Multiple System Atrophy
Conditions
Keywords
multiple system atrophy, MSA,, intravenous immunoglobulin, IVIg
Brief summary
Multiple System Atrophy (MSA) is a progressive sporadic neurodegenerative disorder leading to widespread loss of brain cells that results in parkinsonian, cerebellar and autonomic dysfunction. The cause of the MSA remains unclear. Available treatment is symptomatic only and does not alter the course of disease. Although the cause of MSA remains unclear, there is evidence of presence of common neuroinflammatory mechanisms in the MSA brains including activation of microglia and production of toxic cytokines. This research protocol is based on hypothesis that the MSA progression can be altered by blocking the neuroinflammatory activity. This protocol includes administration of intravenous immunoglobulin (IVIg). IVIg contains antibodies derived from human plasma which can block the inflammatory responses in the brain that can lead to loss of brain cells.
Interventions
The intravenous immunoglobulin (brand Privigen) will be infused intravenously, monthly, 6 times, for 6 months the dose will be 0.4 gram/kg for each infusion.
Sponsors
University of Massachusetts, Worcester
Study design
Allocation
NA
Intervention model
SINGLE_GROUP
Primary purpose
TREATMENT
Masking
NONE
Eligibility
Sex/Gender
ALL
Age
18 Years to No maximum
Healthy volunteers
No
Inclusion criteria
1. Male or female older than 17 years. 2. Clinical diagnosis of probable multiple system atrophy 3. Provide written informed consent to participate in the study 4. Understand that they may withdraw their consent at any time
Exclusion criteria
1. Women who are pregnant or lactating 2. In the investigator's opinion, have any other significant systemic, hepatic, cardiac or renal illness. 3. In the investigator's opinion, the subjects are significantly dehydrated, as determined by clinical evaluation including measurement of skin turgor, blood urea nitrogen and creatinine values.
Design outcomes
Primary
| Measure | Time frame | Description |
|---|---|---|
| Number of Adverse Events up to Six Months Post-treatment | Monthly, up to 8 months (including the screening visit and the final visit) | The primary outcome measure was to evaluate the safety and tolerability of the IVIG infusions in patients with multiple system atrophy.
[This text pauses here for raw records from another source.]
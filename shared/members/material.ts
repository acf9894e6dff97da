import type { GivenValue } from '../calc/quantity.ts';

/**
 * Steels by grade with both published sets of constants (US customary and SI), specified minimum
 * values of the ASTM standards that ANSI/AISC 360-22 A3.1 lists. From memory, except: A992
 * (US), A500 Gr. C, A53 Gr. B as in AISC Design Examples v16.0; A572 thicknesses as in ASTM
 * A572/A572M-15, Table 1; A500-21 as the Steel Tube Institute states it. Which product a steel is
 * made as: AISC Manual, Table 2-4, from memory.
 */
export interface SteelValues {
  readonly Fy: string;
  readonly Fu: string;
}

/** What a steel is rolled or formed to; thickness limits go by it. */
export type Product = 'shapes' | 'plates' | 'rectangular tubes' | 'round tubes';

/** One row of values: the products and the thicknesses that it holds for. */
interface SteelRange {
  readonly products: readonly Product[];
  /** Greatest thickness in inches, inclusive; none where the standard sets none. */
  readonly to?: number;
  /** What the row's name adds to the grade. */
  readonly range?: string;
  readonly us: SteelValues;
  readonly si: SteelValues;
}

/** A grade as it is chosen. */
export interface Grade {
  readonly key: string;
  readonly title: string;
  /** In rising order of thickness within a product. */
  readonly ranges: readonly SteelRange[];
}

/** A grade's row for one section. */
export interface Steel {
  readonly key: string;
  readonly title: string;
  /** The row's name, with its range of thickness where it has one. */
  readonly row: string;
  readonly us: SteelValues;
  readonly si: SteelValues;
}

/** A member's steel: of a grade, or one of the user's own. */
export type ResolvedSteel =
  | {
      readonly kind: 'grade';
      readonly steel: Steel;
      /** Whether the grade is made as what the section is. */
      readonly suits: boolean;
    }
  | {
      readonly kind: 'own';
      readonly name: string;
      readonly Fy: GivenValue;
      readonly Fu: GivenValue | null;
    };

type Four = readonly [FyUs: number, FuUs: number, FySi: number, FuSi: number];
const range = (
  products: readonly Product[],
  [FyUs, FuUs, FySi, FuSi]: Four,
  more: { readonly to?: number; readonly range?: string } = {},
): SteelRange => ({
  products,
  ...more,
  us: { Fy: `${FyUs} ksi`, Fu: `${FuUs} ksi` },
  si: { Fy: `${FySi} MPa`, Fu: `${FuSi} MPa` },
});

const grade = (key: string, title: string, ranges: readonly SteelRange[]): Grade => ({
  ...{ key, title, ranges },
});

/** Shapes of any thickness and plates up to one. */
const shapesAndPlates = (values: Four, plates: number, mm: number): SteelRange[] => [
  range(['shapes'], values),
  range(['plates'], values, { to: plates, range: `plates to ${plates} in [${mm} mm]` }),
];
/** Both up to a thickness. */
const upTo = (values: Four, shapes: readonly [number, number], plates: readonly [number, number]) =>
  [
    range(['shapes'], values, {
      to: shapes[0],
      range: `shapes to ${shapes[0]} in [${shapes[1]} mm]`,
    }),
    range(['plates'], values, {
      to: plates[0],
      range: `plates to ${plates[0]} in [${plates[1]} mm]`,
    }),
  ] as const;

const A572 = 'ASTM A572/A572M Grade';
const A913 = 'ASTM A913/A913M Grade';
const rectangular = ['rectangular tubes'] as const;
const round = ['round tubes'] as const;

export const STEELS: readonly Grade[] = [
  grade('A992', 'ASTM A992/A992M', [range(['shapes'], [50, 65, 345, 450])]),
  grade('A572 Gr. 50', `${A572} 50 [345]`, shapesAndPlates([50, 65, 345, 450], 4, 100)),
  grade('A36', 'ASTM A36/A36M', [
    ...shapesAndPlates([36, 58, 250, 400], 8, 200),
    range(['plates'], [32, 58, 220, 400], { range: 'plates over 8 in [200 mm]' }),
  ]),
  grade('A913 Gr. 65', `${A913} 65 [450]`, [range(['shapes'], [65, 80, 450, 550])]),
  grade('A913 Gr. 70', `${A913} 70 [485]`, [range(['shapes'], [70, 90, 485, 620])]),
  grade('A913 Gr. 50', `${A913} 50 [345]`, [range(['shapes'], [50, 65, 345, 450])]),
  grade('A913 Gr. 60', `${A913} 60 [415]`, [range(['shapes'], [60, 75, 415, 520])]),
  grade('A913 Gr. 80', `${A913} 80 [550]`, [range(['shapes'], [80, 95, 550, 655])]),
  grade('A572 Gr. 42', `${A572} 42 [290]`, shapesAndPlates([42, 60, 290, 415], 6, 150)),
  grade('A572 Gr. 55', `${A572} 55 [380]`, shapesAndPlates([55, 70, 380, 485], 2, 50)),
  grade('A572 Gr. 60', `${A572} 60 [415]`, upTo([60, 75, 415, 520], [2, 50], [1.25, 32])),
  grade('A572 Gr. 65', `${A572} 65 [450]`, upTo([65, 80, 450, 550], [2, 50], [1.25, 32])),
  grade('A529 Gr. 50', 'ASTM A529/A529M Grade 50 [345]', [
    ...upTo([50, 65, 345, 450], [1.5, 40], [1, 25]),
  ]),
  grade('A529 Gr. 55', 'ASTM A529/A529M Grade 55 [380]', [
    ...upTo([55, 70, 380, 485], [1.5, 40], [1, 25]),
  ]),
  grade('A588', 'ASTM A588/A588M', [
    ...shapesAndPlates([50, 70, 345, 485], 4, 100),
    range(['plates'], [46, 67, 315, 460], {
      to: 5,
      range: 'plates over 4 to 5 in [100 to 125 mm]',
    }),
    range(['plates'], [42, 63, 290, 435], {
      to: 8,
      range: 'plates over 5 to 8 in [125 to 200 mm]',
    }),
  ]),
  grade('A500 Gr. B', 'ASTM A500/A500M Grade B', [
    range(rectangular, [46, 58, 315, 400], { range: 'rectangular' }),
    range(round, [42, 58, 290, 400], { range: 'round, editions before 2021' }),
  ]),
  grade('A500 Gr. C', 'ASTM A500/A500M Grade C', [
    range(rectangular, [50, 62, 345, 425], { range: 'rectangular' }),
    range(round, [46, 62, 315, 425], { range: 'round, editions before 2021' }),
  ]),
  grade('A500-21 Gr. C', 'ASTM A500/A500M-21 Grade C', [
    range([...rectangular, ...round], [50, 62, 345, 425]),
  ]),
  grade('A1085', 'ASTM A1085/A1085M', [range([...rectangular, ...round], [50, 65, 345, 450])]),
  grade('A53 Gr. B', 'ASTM A53/A53M Grade B', [range(round, [35, 60, 240, 415])]),
];

/** The grade of that name, however it is written: `ASTM A572 Grade 50` is `A572 Gr. 50`. */
export const findGrade = (key: string): Grade | undefined => {
  const plain = (s: string) =>
    s.toUpperCase().replace(/[\s.]/g, '').replace(/^ASTM/, '').replace('GRADE', 'GR');
  return STEELS.find((s) => plain(s.key) === plain(key));
};

const rowOf = ({ key, title }: Grade, { range: words, us, si }: SteelRange): Steel => ({
  ...{ key, title, us, si },
  row: words ? `${key}, ${words}` : key,
});

/** All rows of a grade. */
export const rowsOf = (of: Grade): readonly Steel[] => of.ranges.map((r) => rowOf(of, r));

const MM_PER_IN = 25.4;

/**
 * The grade's row for a product of that thickness in mm; null where the standard doesn't cover the
 * thickness. A grade that isn't made as that product answers its lowest yield stress.
 */
export function steelFor(
  of: Grade,
  product: Product,
  thickness: number,
): { readonly steel: Steel; readonly suits: boolean } | null {
  const made = of.ranges.filter(({ products }) => products.includes(product));
  const found = made.find(({ to }) => to === undefined || thickness <= to * MM_PER_IN);
  if (found) return { steel: rowOf(of, found), suits: true };
  if (made.length > 0) return null;
  const [lowest] = [...of.ranges].sort(
    (a, b) => Number.parseFloat(a.us.Fy) - Number.parseFloat(b.us.Fy),
  );
  return lowest ? { steel: rowOf(of, lowest), suits: false } : null;
}

/** E and G: ANSI/AISC 360-22, symbols and C2.3/E4; 29 000 ksi [200 000 MPa], 11 200 ksi [77 200 MPa]. */
export const MODULI = {
  us: { E: '29000 ksi', G: '11200 ksi' },
  si: { E: '200000 MPa', G: '77200 MPa' },
} as const;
The primary endpoint was defined as the frequency of adverse events (AE). AEs including their severity and relationship to the IVIG were assessed throughout the study and at least 60 days after the last infusion. The AEs were considered to be related to the IVIG infusion (infusional AE) if they occurred during an infusion or within 72 hours afterwards. Non-infusional AEs were further classified as possible related to IVIG or likely not related to IVIG. Serious AEs assessed include medical occurrences that result in death, are life threatening, require hospitalization or prolongation of hospitalization. Any AE was defined as occurrence of any symptom regardless of intensity grade. |
Secondary
| Measure | Time frame | Description |
|---|---|---|
| Preliminary Efficacy of IVIg for Treatment of MSA. | Monthly, up to 8 months (including the screening visit and the final visit) | The secondary outcome measure was to evaluate the preliminary efficacy of IVIG for the treatment of MSA. The primary efficacy endpoint was change of the Unified MSA Rating Scale (UMSARS-I and UMSAR-II) compared to baseline. UMSARS-I and UMSARS-II are validated semiquantitative rating scales for evaluation of severity of MSA. UMSARS-I comprises a historical review of disease-related impairments and UMSARS-II comprises motor examination. UMSARS-I has 12 questions, each with assigned score 0-4, where 0 is normal and \> are abnormal responses. Total range of UMSARS-I is 0 to 48. UMSARS-II has 12 items rated by an examiner, each with assigned score 0-4, where 0 is normal and \> are abnormal responses. Total range of UMSARS-II is 0 to 56. The scores of UMSARS-I and UMSARS-II at baseline (month 1) was compared with the scores obtained at the final visit (month 8) which was 8 months apart. The interventions occured at months 2-7, total six times. |
Countries
United States
Participant flow
Participants by arm
| Arm | Count |
|---|---|
| Open Label Interventional Arm intravenous immunoglobulin (IVIg): The IVIg will be infused intravenously, monthly, 6 times, the dose will be 0.4 gram/kg for each infusion. | 9 |
| Total | 9 |
Withdrawals & dropouts
| Period | Reason | FG000 |
|---|---|---|
| Overall Study | Adverse Event | 2 |
Baseline characteristics
| Characteristic | Open Label Interventional Arm |
|---|---|
| Age, Categorical <=18 years | 0 Participants |
| Age, Categorical >=65 years | 0 Participants |
| Age, Categorical Between 18 and 65 years | 9 Participants |
| Age, Continuous | 59 years |
| Gender Female | 3 Participants |
| Gender Male | 6 Participants |
| Region of Enrollment United States | 9 participants |
Adverse events
| Event type | EG000 affected / at risk |
|---|---|
| deaths Total, all-cause mortality | — / — |
| other Total, other adverse events | 9 / 9 |
| serious Total, serious adverse events | 0 / 9 |
Outcome results
Primary
Number of Adverse Events up to Six Months Post-treatment
The primary outcome measure was to evaluate the safety and tolerability of the IVIG infusions in patients with multiple system atrophy. The primary endpoint was defined as the frequency of adverse events (AE). AEs including their severity and relationship to the IVIG were assessed throughout the study and at least 60 days after the last infusion. The AEs were considered to be related to the IVIG infusion (infusional AE) if they occurred during an infusion or within 72 hours afterwards. Non-infusional AEs were further classified as possible related to IVIG or likely not related to IVIG. Serious AEs assessed include medical occurrences that result in death, are life threatening, require hospitalization or prolongation of hospitalization. Any AE was defined as occurrence of any symptom regardless of intensity grade.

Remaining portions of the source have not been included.